• _PROBLEM TO WORK ON_: Across the entries below, tally every line that holds the word "disk". Give only the tally.

(Source data)
== Segment start ==

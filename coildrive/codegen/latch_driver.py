"""The reference driver of a latching coil in C: a set pulse and a reset pulse, no hold.

:func:`render_latch_driver` is pure (a :class:`~coildrive.design.latch.LatchDesign` in,
``{filename: text}`` out): the latch header (as ``design --header`` writes it) plus
``<prefix>_driver.h`` / ``.c`` from ``codegen_templates/driver/latch_driver.*.j2``. The
driver runs each pulse for the header's SET_PULSE_TICKS / RESET_PULSE_TICKS scheduler
ticks and starts no pulse sooner than MIN_INTERVAL_TICKS after the last one's start (a
request waits, it is not dropped); docs/firmware.md, *A latching coil*. Pulses from the
boost: the boost switch on with the winding's (on a full bridge with the pulse's two,
bit 4), each pulse ending at the tick whose
current-sense reading (``<prefix>_current(code)``) reaches its threshold code, its ticks the
time-out (then a FAULT event).

:func:`latch_budget_notes` says what its tick handler takes of the tick at the board's
clock, as :func:`coildrive.codegen.driver.budget_notes` does for the peak-and-hold driver.
"""

from __future__ import annotations

from ..bench.messages import EventKind, FaultCode
from ..design.latch import LatchDesign
from ..errors import InputError
from ..model.bridge import switch_mask
from .driver import file_names, template_env
from .header import Constant, c_uint_type
from .latch_header import generate_latch_header

#: The switches on in each pulse. A full bridge: set = Q1 + Q4 (A to B), reset = Q3 + Q2
#: (B to A), the bits of :data:`coildrive.model.bridge.SWITCHES` (the design header's
#: BRIDGE_ bits); a reset winding: bit 0 the set winding's switch, bit 1 the reset's.
BRIDGE_PULSE_SWITCHES = {"set": ("high_a", "low_b"), "reset": ("high_b", "low_a")}
WINDING_PULSE_SWITCHES = {"set": 0x1, "reset": 0x2}
#: Pulses from the boost: the boost switch's bit, on with either pulse's switches -- bit 2
#: with two windings, bit 4 on a full bridge (its bits 0..3 are the four switches; the boost
#: switch feeds the bridge's high-side rail, both polarities).
BOOST_SWITCH = 0x4
BRIDGE_BOOST_SWITCH = 0x10
#: The ON event's value of each pulse (docs/protocol.md, the model device's).
PULSE_VALUE = {"set": 0, "reset": 1}
#: Worst cycles of the latch driver's tick (every path: a request waiting for the
#: interval, a pulse's start and end, STOP) on an ATmega328P (avr-gcc -Os, simavr, Timer1
#: at clk/1, both latching examples), and the Cortex-M cycle bounds and instructions from
#: QEMU's execution trace (arm-none-eabi-gcc -Os, the bridge example; the instruction
#: costs of tests/cortex_trace.py). tests/test_latch_driver.py measures again and fails
#: if a figure exceeds its bound or falls 10 % below it.
LATCH_TICK_CYCLES = {"avr": 173, "cortex-m0plus": 131, "cortex-m3": 119, "cortex-m4": 119}
LATCH_TICK_INSTRUCTIONS = {"cortex-m0plus": 70, "cortex-m3": 63, "cortex-m4": 63}
#: The same with supply-compensated pulses (``pull_in.compensate``): a pulse's start looks
#: its ticks up in the latch header's 16-entry table (the worst: a reading at full scale,
#: every entry passed). ATmega328P: the bridge example compensated (443; the relay's 441),
#: Cortex-M: the bridge's; tests/test_latch_compensate.py measures the bridge's again and
#: fails as above.
LATCH_COMPENSATED_TICK_CYCLES = {"avr": 443, "cortex-m0plus": 296, "cortex-m3": 303, "cortex-m4": 303}
LATCH_COMPENSATED_TICK_INSTRUCTIONS = {"cortex-m0plus": 204, "cortex-m3": 183, "cortex-m4": 183}
#: The same with pulses from the boost: each tick of a pulse reads the current (twice, no
#: torn value) and compares it with the threshold code; the worst path is a time-out (the
#: OFF and the FAULT events). The boosted example's program on the same parts;
#: tests/test_latch_boost_driver.py measures again and fails as above.
LATCH_BOOSTED_TICK_CYCLES = {"avr": 249, "cortex-m0plus": 175, "cortex-m3": 158, "cortex-m4": 158}
LATCH_BOOSTED_TICK_INSTRUCTIONS = {"cortex-m0plus": 94, "cortex-m3": 86, "cortex-m4": 86}


def pulse_switches(design: LatchDesign) -> dict[str, int]:
    """The switch mask of each pulse (``set``, ``reset``) for the design's topology."""
    boost = boost_switch(design)
    if design.latch.topology == "full_bridge":
        return {k: switch_mask(v) | boost for k, v in BRIDGE_PULSE_SWITCHES.items()}
    return {k: v | boost for k, v in WINDING_PULSE_SWITCHES.items()}


def boost_switch(design: LatchDesign) -> int:
    """The boost switch's bit in the switch mask (0 without a boost)."""
    if not design.drive.supply.boosted:
        return 0
    return BRIDGE_BOOST_SWITCH if design.latch.topology == "full_bridge" else BOOST_SWITCH


class LatchDriverView:
    """C-facing view of a latching design for the driver templates."""

    def __init__(self, design: LatchDesign, prefix: str = "coil"):
        self.design = d = design
        file_names(self, prefix)
        lt = d.latch
        missing = [p.name for p in lt.pulses if p.ticks is None]
        source = d.drive.source or d.drive.name
        if missing:
            raise InputError(source, f"{'reset' if missing[0] == 'reset' else 'pull_in'}.current",
                             f"the {missing[0]} pulse's current is never reached at the worst corner, "
                             "expected a design that reaches it for firmware-driver")
        if lt.interval_ticks is None:
            raise InputError(source, "thermal.max_coil_temp", "no interval between pulses keeps the coil "
                             "below its limit (the coil_temperature check), expected one for firmware-driver")
        self.bridge = lt.topology == "full_bridge"
        masks = (WINDING_PULSE_SWITCHES if not self.bridge else
                 {k: switch_mask(v) for k, v in BRIDGE_PULSE_SWITCHES.items()})
        m = self.macro
        #: pulses from the boost: the boost switch on with the winding's, each pulse ending
        #: at its threshold code (``<prefix>_current(code)``), its ticks the time-out
        self.boosted = d.drive.supply.boosted
        if self.bridge:
            what = {"set": "Q1 + Q4, A to B", "reset": "Q3 + Q2, B to A (the other polarity)"}
        else:
            what = {"set": "bit 0: the set winding's switch", "reset": "bit 1: the reset winding's switch"}
        self.constants = [
            Constant(f"{m}_DRIVER_SET_SWITCHES", masks["set"], f"set pulse: {what['set']}"),
            Constant(f"{m}_DRIVER_RESET_SWITCHES", masks["reset"], f"reset pulse: {what['reset']}"),
            Constant(f"{m}_DRIVER_OFF_SWITCHES", 0,
                     "between pulses: all open (" + ("the coil's current returns to the bus through "
                                                     "the body diodes)" if self.bridge else
                                                     "each winding decays through its freewheel path)")),
            Constant(f"{m}_DRIVER_SET_VALUE", PULSE_VALUE["set"], "ON event value of the set pulse"),
            Constant(f"{m}_DRIVER_RESET_VALUE", PULSE_VALUE["reset"], "ON event value of the reset pulse"),
        ]
        if self.boosted:
            self.constants += [
                Constant(f"{m}_DRIVER_BOOST_SWITCH", boost_switch(d),
                         "bit 4: the boost switch, feeding the bridge's high-side rail in either pulse"
                         if self.bridge else "bit 2: the boost switch, on with either pulse's winding"),
                Constant(f"{m}_DRIVER_FAULT_BOOST_TIMEOUT", int(FaultCode.BOOST_TIMEOUT),
                         "FAULT event value: a pulse reached its time-out before its threshold")]
        self.tick_type = c_uint_type(max(lt.interval_ticks, max(p.ticks for p in lt.pulses), 0x100))
        #: supply-compensated pulses: the driver takes each pulse's ticks from the latest
        #: supply reading (``<prefix>_supply(code)``) through the latch header's lookups
        self.compensated = any(p.table is not None for p in lt.pulses)
        self.adc_type = c_uint_type(2**d.drive.board.adc.bits - 1)
        self.event_kinds = [(k.name, int(k)) for k in (EventKind.ON, EventKind.OFF)
                            + ((EventKind.FAULT,) if self.boosted else ())]


def render_latch_driver(design: LatchDesign, prefix: str = "coil") -> dict[str, str]:
    """Render the latch header and the latching coil's reference driver.

    Returns ``{"<prefix>_drive.h": ..., "<prefix>_driver.h": ..., "<prefix>_driver.c": ...}``.

    Raises
    ------
    InputError
        naming ``--prefix`` when it is not a C identifier, or the drive file when a pulse
        or the interval has no design.
    """
    view = LatchDriverView(design, prefix)
    env = template_env()
    return {
        view.drive_header: generate_latch_header(design, view.macro),
        view.header_name: env.get_template("latch_driver.h.j2").render(v=view, d=design),
        view.source_name: env.get_template("latch_driver.c.j2").render(v=view, d=design),
    }


def latch_budget_notes(design: LatchDesign) -> list[str]:
    """The tick handler's worst cycles against the tick period at the board's timer clock
    (taken as the CPU clock), per the board's ``core``.

    Raises
    ------
    InputError
        naming the board file when the tick needs more than its period.
    """
    board = design.drive.board
    core = board.core if board.core in LATCH_TICK_CYCLES else "avr"
    compensated = any(p.table is not None for p in design.latch.pulses)
    table = (LATCH_BOOSTED_TICK_CYCLES if design.drive.supply.boosted else
             LATCH_COMPENSATED_TICK_CYCLES if compensated else LATCH_TICK_CYCLES)
    cycles = table[core]
    period = board.timer.clock / board.tick.rate
    share = cycles / period
    mhz = board.timer.clock / 1e6
    where = ("an 8-bit AVR (simavr)" if core == "avr" else
             f"a {core.replace('plus', '+').replace('cortex-m', 'Cortex-M')} (QEMU's instructions)")
    text = f"tick {cycles:,} of {period:,.0f} cycles a tick ({100 * share:.1f} %)"
    if share > 1.0:
        raise InputError(board.source or board.name, "tick.rate", f"the latch driver's {text}: it cannot "
                         "keep up; lower the tick rate or use a faster part")
    notes = [f"timing at {mhz:.4g} MHz: {text} (worst cycles measured on {where})"]
    if share > 0.5:
        notes.append(f"warning: the tick takes {100 * share:.1f} % of its period, above 50 %")
    return notes
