# --------------------------------------------------------------------------- replay
def replay(raw_path: str | os.PathLike, out: str | os.PathLike, *, text: bool = False,
           meta: dict | None = None, stop_after_actuations: int | None = None,
           supply_volts_per_code: float | None = None, temperature_events: bool = False,
           chunk: int = 1 << 20, overwrite: bool = True, require_frames: bool = False) -> LinkStats:
    """Decode a file of raw link bytes (binary frames, or text lines with ``text``) into
    the capture file ``out``, as a live capture would have written it (keyword
    arguments as for :class:`DeviceLink`).

    ``out`` appears complete or not at all (written to a temporary file, then renamed);
    an existing ``out`` is replaced only with ``overwrite``, and with ``require_frames``
    only when at least one frame (text line) was decoded.

    Raises
    ------
    InputError
        ``raw_path`` cannot be read, ``out`` exists (without ``overwrite``), or
        :class:`NoFrames` (with ``require_frames``).
    OutputError
        ``out`` cannot be written (a full disk): an old ``out`` is left as it was.
    """
    source = str(raw_path)
    try:
        if not stat.S_ISREG(os.stat(raw_path).st_mode):
            raise InputError(source, "", "is not a regular file, expected a file of raw link bytes")
        handle = open(raw_path, "rb")
    except OSError as err:
        raise unreadable(source, err, "a file of raw link bytes") from None
    meta = dict(meta or {})
    meta.setdefault("link", "text" if text else "frames")
    meta.setdefault("extra", {})
    meta["extra"] = {**meta["extra"], "replay": os.path.basename(source)}
    t0 = time.monotonic()

    def stats() -> LinkStats:
        st = pipe.dstats
        elapsed = max(time.monotonic() - t0, 1e-9)
        return LinkStats(elapsed, st.bytes, st.bytes / elapsed, st.frames, pipe.samples,
                         st.crc_errors, st.malformed_frames, st.lost_frames, st.samples_missing,
                         pipe.actuations, None, pipe.complete, pipe.done)
    with handle, atomic_path(out, overwrite=overwrite) as tmp:
        try:
            with CaptureWriter(tmp, flush_interval=None, **meta) as writer:
                pipe = _Pipeline(writer, text, meta.get("sample_rate_hz"), stop_after_actuations,
                                 RELEASE_QUIET_S, RELEASE_MAX_S, supply_volts_per_code,
                                 temperature_events, meta.get("adc_bits"))
                while not pipe.done:
                    try:
                        data = handle.read(chunk)
                    except OSError as err:
                        raise unreadable(source, err, "a file of raw link bytes") from None
                    if not data:
                        pipe.finish(lambda m: None)
                        break
                    pipe.feed(data, lambda m: None)
        except OSError as err:   # the capture's own writes: a full disk
            raise OutputError(str(out), f"cannot be written ({err.strerror or err})") from None
        if require_frames and pipe.dstats.frames == 0:
            what = "text line" if text else "frame"
            raise NoFrames(source, f"no valid {what} in {pipe.dstats.bytes:,} bytes; "
                           f"{out} not written", stats())
    return stats()
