def bus_range(drive: Drive, res, peak_time, peak_end) -> tuple[np.ndarray, np.ndarray]:
    """``(lowest, highest)`` V the bus can be at when a full bridge turns off, per point: at
    most the source ``V_s``; at least the lowest bus of the peak (``peak_time`` s) or, once
    the coil draws no more than :func:`_top` (the largest of the end of the peak ``peak_end``
    A, the hold's first on-time from there and the hold's top), the floor :func:`~coildrive.model.supply.bus_floor` under it (the
    slow decay of the hold's off-times draws nothing from the bus); and never below ``-2
    V_d``. After a boosted peak the main bus carries nothing in the peak (its diode blocks:
    it sits at ``V_s`` until the hand-over) and from the hand-over on the floor takes the
    converter's draw too (:func:`converter_draw`): the floor of
    :func:`coildrive.design.supply.handover_bus`. A mixed-decay hold (on a supply that
    sinks) returns current into the bus in every off-time's fast part, so the bus may sit
    above the source by up to :func:`coildrive.model.bus_decay.mixed_hold_rise` (the
    current returned at most :func:`_returned_top`): the highest starting bus (on a supply
    that cannot sink the starts stop at the source: :func:`no_sink_top`)."""
    s = drive.supply
    lp = res.loop
    top = _top(drive, res, peak_end)
    draw = top
    if s.boosted:
        v_peak = np.asarray(lp.v_on, float)
        i_conv = converter_draw(drive, res, peak_end)
        draw = top if i_conv is None else top + i_conv
    else:
        b = bus_at(drive, lp, lp.inductance)
        v_peak, _ = model_of(b).lowest_bus(np.broadcast_to(peak_time, lp.v_on.shape), b)
    floor = bus_floor(lp.v_on, s.source_resistance, draw)
    # never below -2 V_d: the bridge's own body diodes (Q2 then Q1) clamp the bus there
    clamp = -2.0 * np.asarray(release_loop(res).diode(drive), float)
    high = np.asarray(lp.v_on, float)
    if lp.mixed is not None and s.sink:
        # every fast part of the hold returns current: the bus may sit above the source
        # (one that cannot sink: the starts stay at or below it, see no_sink_top)
        period = np.asarray(res.hold.period, float)
        # (a PWM hold's fast part at most fraction x its fixed period; a current-mode hold's
        # period moves with the bus: its longest fast part and shortest period there)
        t_fast = lp.mixed.fraction * period
        if res.hold.fast_pulse is not None:
            t_fast, period = res.hold.fast_pulse
        high = high + bus_decay.mixed_hold_rise(s.source_resistance, s.capacitance,
                                                _returned_top(drive, res, peak_end), t_fast, period)
    return np.maximum(np.minimum(v_peak, floor), clamp), high


def no_sink_top(drive: Drive, res, peak_end) -> np.ndarray | None:
    """A full bridge's mixed-decay hold on a supply that cannot sink (drooping or stiff:
    the argument needs only the feed diode): the highest bus (V) over the hold and every
    turn-off after it, per point --
    :func:`coildrive.model.bus_decay.no_sink_energy_top` with the coil's energy at most
    its stored energy at :func:`_coil_top` (``1/2 L top^2``, a curve's ``int i dpsi``; with
    an eddy term the magnetising branch's, the eddy resistance stores none) when the bus
    crosses up through the source. With a moving armature (seated at rest through the hold:
    the seated coil's store) its spring and load may feed the circuit too once a turn-off
    lets it go: the energy they can give up between the seat and any gap
    (:attr:`coildrive.model.armature.ArmatureParams.opening_work`) adds to the coil's top
    energy -- the sum ``1/2 C v^2 + W + kinetic + the spring's and the load's potential``
    never rises while the feed blocks (the pull only trades energy between the field and
    the motion; damping and the stops' impacts lose it), and the kinetic energy and the
    field's store are never negative. ``None`` otherwise. (The fast decays from starting
    buses at or below the source give the release's times and charges: a bus above it
    decays faster, with less charge.)"""
    lp = res.loop
    if not full_bridge(drive) or drive.supply.sink or lp.mixed is None:
        return None
    coil = lp.inductance
    mag = coil.magnetising if isinstance(coil, EddyCoil) else coil
    w_top = stored_energy(mag, _coil_top(res, peak_end))
    if res.armature is not None:
        w_top = w_top + np.reshape(res.armature.params.opening_work, np.shape(w_top))
    return bus_decay.no_sink_energy_top(lp.v_on, drive.supply.capacitance, w_top)


def drooped(drive: Drive) -> bool:
    """True for a full bridge on the drooping bus."""
    return drive.supply.droops and full_bridge(drive)
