def boost_column(drive: Drive, reset_drive: Drive, supply: float, coil_temp: float, r_factor: float,
                 l_factor: float, time, set_time: float, reset_time: float, gap: float,
                 seating=None, holds=(0.0, 0.0)) -> np.ndarray:
    """The boost capacitor (V) through both pulses: each pulse draws it down from full
    charge, then the converter recharges it at ``boost_power``
    (:func:`coildrive.model.boost.voltage_trace`); the reset pulse starts from full charge
    (the interval includes the recharge). A full bridge's fast decay returns into it after
    each pulse (:func:`coildrive.model.flux_bus_decay.boost_return`): the converter's charge from
    the pulse's end is added in energy, ``v^2 = v_r^2 + 2 P (t - t_end) / C`` up to ``V_b``
    (``v_r`` the return's capacitor; their coupling in the decay left out, as the design's
    recharge of the net energy does). ``seating``: with a moving armature the set
    pulse's ``(t, i, on, top of the coil)`` (:func:`pulse`): its capacitor is the run's
    (the top plus ``R_b i``), then the same recharge
    (:func:`coildrive.model.boost.recharge_voltage`). ``holds``: per pulse how long (s)
    after its end the converter waits before it recharges (a clamp's decay on a drooping
    main supply: until the current's zero, :func:`_decay_stretch`)."""
    out = []
    for wd, start, length, part, hold in ((drive, 0.0, set_time, time < gap, holds[0]),
                                          (reset_drive, gap, reset_time, time >= gap, holds[1])):
        lp = loop(wd, supply, coil_temp, r_factor, l_factor)
        if seating is not None and wd is drive:
            run_t, v_c = _seating_boost(wd, seating)
            dt = time - start
            after = boost_model.recharge_voltage(float(v_c[-1]), np.maximum(dt - length - hold, 0.0),
                                                 wd.supply.boost_capacitance, wd.supply.boost_power, wd.supply.boost)
            trace = np.where(dt <= length, np.interp(dt, run_t, v_c), after)
        else:
            b = boost_of(wd, float(lp.r_on), lp.inductance)
            dt = time - start   # (held at its end for `hold` s, then the recharge)
            trace = boost_model.voltage_trace(np.where(dt > length, np.maximum(dt - hold, length), dt), length, b,
                                              wd.supply.boost_power)
        if full_bridge(wd):
            rel = loop(wd, supply, coil_temp, r_factor, l_factor, path="release")
            i_end, v_end = (float(x) for x in boost_model.of(b).state(length, b))
            coil, args = return_args(wd, rel)
            dt = np.maximum(time - start - length, 0.0)
            v_r = flux_bus_decay.boost_return_trace(
                np.minimum(dt, float(flux_bus_decay.boost_return(coil, i_end, v_end, *args).zero_time)),
                coil, i_end, v_end, *args)[1]
            after = boost_model.recharge_voltage(v_r, dt, wd.supply.boost_capacitance, wd.supply.boost_power,
                                                 wd.supply.boost)
            trace = np.where(time - start <= length, trace, after)
        out.append(np.where(part, trace, 0.0))
    return out[0] + out[1]


def _seating_boost(wd: Drive, seating) -> tuple:
    """``(t s, boost capacitor V)`` over a moving armature's set pulse (``seating``: its
    ``(t, i, on, top of the coil)``, :func:`pulse`): the top plus ``R_b i`` while on."""
    t_p, i_p, on_p, top = seating
    return t_p[on_p == 1], (top + wd.supply.boost_resistance * i_p)[on_p == 1]


def _main_bus_column(drive: Drive, reset_drive: Drive, supply: float, coil_temp: float, r_factor: float,
                     l_factor: float, time, set_time: float, reset_time: float, gap: float,
                     seating=None) -> np.ndarray:
    """The drooping main bus (V) through both pulses from a full bus at ``supply`` V: after
    each pulse the boost converter draws ``boost_power / boost_efficiency`` from it while
    it puts the pulse's ``1/2 C (V_b^2 - v_end^2)`` back at ``boost_power`` (the
    ``boost_v`` column's recharge; each draw ends by the next pulse's start), the bus
    resting in between (:func:`coildrive.model.converter_bus.trace`). ``seating``: with a
    moving armature the set pulse's (:func:`boost_column`): ``v_end`` is its run's. On a
    full bridge ``v_end`` is the capacitor after the fast decay's return
    (:func:`coildrive.model.flux_bus_decay.boost_return`): the converter puts back the net, as the
    ``boost_v`` column's recharge reaches ``V_b`` once the return is over."""
    from . import converter_bus

    s = drive.supply
    starts, lengths = [], []
    for wd, start, length, nxt in ((drive, 0.0, set_time, gap), (reset_drive, gap, reset_time, np.inf)):
        if seating is not None and wd is drive:
            v_end = float(_seating_boost(wd, seating)[1][-1])
            c_b = s.boost_capacitance
        else:
            lp = loop(wd, supply, coil_temp, r_factor, l_factor)
            b = boost_of(wd, float(lp.r_on), lp.inductance)
            i_end, v_end = (float(x) for x in boost_model.of(b).state(length, b))
            c_b = float(b.c)
            if full_bridge(wd):   # the decay's return into the capacitor first
                rel = loop(wd, supply, coil_temp, r_factor, l_factor, path="release")
                coil, args = return_args(wd, rel)
                v_end = float(flux_bus_decay.boost_return(coil, i_end, v_end, *args).bus_at_zero)
        draw = 0.5 * c_b * (s.boost**2 - v_end**2) / s.boost_power if s.boost_power > 0 else 0.0
        starts.append(start + length)
        lengths.append(min(draw, nxt - start - length))
    return converter_bus.trace(time, starts, lengths, supply, s.source_resistance, s.capacitance,
                               s.converter_draw)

== Segment end ==

• _TASK OUTPUT_: 2